The Waterton Glacier International Peace Park was designated as a World Heritage site by UNESCO’s World Heritage Committee under the following criteria:
Criterion (vii): Both national parks were originally designated by their respective nations because of their superlative mountain scenery, their high topographic relief, glacial landforms, and abundant diversity of wildlife and wildflowers.

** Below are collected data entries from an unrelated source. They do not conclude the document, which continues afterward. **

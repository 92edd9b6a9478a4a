"""The last stage of the tuning job: hard-geometry checks on the proof's draws.

Separated regions and their masses (:mod:`walktune.modes`), the chains of the
recommended run the posterior table pools, funnels (:mod:`walktune.funnels`),
pile-up at bounds and heavy tails. :func:`walktune.tune` calls
:func:`check_geometry` after the proof and the recommendation
(see :mod:`walktune.stages` for the stages before it).
"""

from __future__ import annotations

from dataclasses import dataclass

import numpy as np

from .diagnostics import ChainMeasures, measure_chains
from .funnels import merge_probe, needs_curvature_probe
from .geometry import (
    MIN_DRAWS_TO_DECIDE,
    assign_draws,
    boundary_findings,
    chain_iacts,
    curvature_probe_cost,
    find_regions,
    funnel_findings_from_curvature,
    heavy_tail_findings,
    multimodal_finding,
    varying_scale_findings,
    within_chain_iact,
)
from .modes import TableScope, minor_mode_finding, table_scope
from .pilot import PilotResult
from .posterior import Posterior
from .recommend import NEW_COORDINATE_RUNS
from .stages import MAX_CURVATURE_PROBE_DIM, Budget, Proof, StartingPoints


@dataclass(frozen=True)
class GeometryChecks:
    """What the hard-geometry detectors found in the proof draws (and, for funnels, the model's curvature).

    Attributes
    ----------
    regions : list of walktune.geometry.Region
        Separated regions (one when there is no second), with their Laplace masses.
    multimodal, funnel, boundary, heavy_tails : list of Finding
        ``multimodal`` also holds the ``minor-mode`` findings.
    undecided : list of str
        Checks the draws were too few to settle.
    table : walktune.modes.TableScope
        The chains of the recommended run the posterior table comes from.
    table_stats : walktune.diagnostics.ChainMeasures
        Their measures: the posterior table.
    """

    regions: list
    multimodal: list
    funnel: list
    boundary: list
    heavy_tails: list
    undecided: list
    table: TableScope
    table_stats: ChainMeasures


def check_geometry(posterior: Posterior, proof: Proof, start: StartingPoints, pilot: PilotResult,
                   budget: Budget, chosen: str) -> GeometryChecks:
    """Separated modes and their masses, the table's chains, funnels, pile-up at bounds and heavy tails.

    All proof runs are fixed-proposal continuations of the pilot's chains. The
    search for separated regions looks at every run (:meth:`Proof.pooled`); the
    funnel detectors at the runs of full length (:attr:`Proof.full_length_runs`).
    The curvature probe for funnels runs only when the draws showed none (or
    only a scale without a funnel's structure), d <= MAX_CURVATURE_PROBE_DIM and
    the budget has room. The posterior table comes from the ``chosen`` run's
    chains in one region (:func:`walktune.modes.table_scope`), and pile-up and
    heavy tails are checked on those draws, every parameter.
    """
    counted, names, dim = posterior.counted, posterior.names, posterior.dim
    detection_budget = None if budget.total is None else max(0, budget.total - counted.count)
    proof_draws, _, chain_ids = proof.pooled()
    per_chain = chain_iacts(proof_draws)
    tau_within = within_chain_iact(proof_draws, per_chain=per_chain)
    regions, undecided_modes = find_regions(
        counted.scalar, proof_draws, tau_within, extra_centres=start.centres[1:], seed=0, budget=detection_budget,
        chain_ids=[int(c) for c in chain_ids],
    )
    multimodal = [f for f in (multimodal_finding(regions, names),
                              minor_mode_finding(start.minor_modes, start.main_mode, names)) if f is not None]
    chosen_draws = proof.runs[chosen].draws
    # A region minor by its log-density alone (no Laplace mass) counts as holding none.
    table = table_scope(assign_draws(regions, chosen_draws), [0.0 if r.negligible else r.mass for r in regions])
    table_draws = chosen_draws[table.chains]
    table_stats = proof.stats[chosen] if table.region is None else measure_chains(table_draws)
    funnel, undecided_scale = _funnel_checks(posterior, proof, pilot, budget)
    undecided_tails = [names[i] for i in range(dim) if not table_stats.bulk_ess[i] >= MIN_DRAWS_TO_DECIDE]
    return GeometryChecks(
        regions=regions,
        multimodal=multimodal,
        funnel=list(funnel),
        boundary=boundary_findings(table_draws, posterior.bounds, names),
        heavy_tails=heavy_tail_findings(table_draws, table_stats.bulk_ess, names),
        undecided=[note for note in (undecided_modes, undecided_scale) if note] + (
            [f"too few draws to check the tails of {', '.join(undecided_tails)} (bulk ESS below {MIN_DRAWS_TO_DECIDE} "
             f"in the draws of the posterior table)"] if undecided_tails else []),
        table=table,
        table_stats=table_stats,
    )


def _funnel_checks(posterior: Posterior, proof: Proof, pilot: PilotResult, budget: Budget):
    """Varying scale in the draws of the full-length proof runs; the model's curvature when they show none and the
    budget allows."""
    counted, names, dim = posterior.counted, posterior.names, posterior.dim
    # The funnel detectors compare whole chains (fifths filled by several chains): the runs of full length, those
    # in the user's parameters when there are any (the geometry a fixed step in these parameters meets; a run in new
    # coordinates moves along the scale by other steps, and its chains beside theirs hide where those get stuck).
    full = proof.full_length_runs
    full = [run for name, run in full.items() if name not in NEW_COORDINATE_RUNS] or list(full.values())
    proof_draws = np.concatenate([run.draws for run in full], axis=0)
    proof_log_density = np.concatenate([run.log_density for run in full], axis=0)
    tau_median = within_chain_iact(proof_draws, np.median)
    # Multi-chain ESS: chains that disagree must not pass for a funnel (walktune.funnels.independent_draws).
    proof_ess = measure_chains(proof_draws).bulk_ess
    funnel, undecided_scale = varying_scale_findings(proof_draws, tau_median, names, bounds=posterior.bounds,
                                                     ess=proof_ess)
    probe_cost = curvature_probe_cost(dim)
    left = None if budget.total is None else budget.total - counted.count
    if needs_curvature_probe(funnel) and dim <= MAX_CURVATURE_PROBE_DIM and (left is None or left >= probe_cost):
        # The model itself can show a funnel the draws do not show plainly (chains kept out of its neck), and
        # names its scale where the draws show only a parameter that moves with it; it is reported as more
        # than a hypothesis only where the draws confirm it.
        probed = funnel_findings_from_curvature(counted.scalar, proof_draws, tau_median, names, posterior.bounds,
                                                spread=np.sqrt(np.diag(pilot.covariance)),
                                                log_densities=proof_log_density, budget=left)
        funnel = merge_probe(funnel, probed)
        if any(f.severity != "info" for f in funnel):
            undecided_scale = None
    return funnel, undecided_scale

Criterion (ix): The property occupies a pivotal position in the Western Cordillera of North America resulting in the evolution of plant communities and ecological complexes that occur nowhere else in the world. Maritime weather systems unimpeded by mountain ranges to the north and south allow plants and animals characteristic of the Pacific Northwest to extend to and across the continental divide in the park. To the east, prairie communities nestle against the mountains with no intervening foothills, producing an interface of prairie, montane and alpine communities. The international peace park includes the headwaters of three major watersheds draining through significantly different biomes to different oceans. The biogeographical significance of this tri-ocean divide is increased by the many vegetated connections between the headwaters. The net effect is to create a unique assemblage and high diversity of flora and fauna concentrated in a small area.
Date of Inscription: 1995
Recent wildfires have revealed ancient Blackfoot campsites and ceremonial grounds. Waterton has always held a big place in my heart. Growing in nearby Piikani and Kainai, Waterton is full of amazing places to camp, hike and explore. The lake is pristine, the Blackfoot people are beautiful and views are like no other. Waterton Glacier International Peace Park is the best National Park setting you will ever visit. There are fewer visitors and tourists than nearby Banff National Park, so you can say this once hidden gem is hidden no more.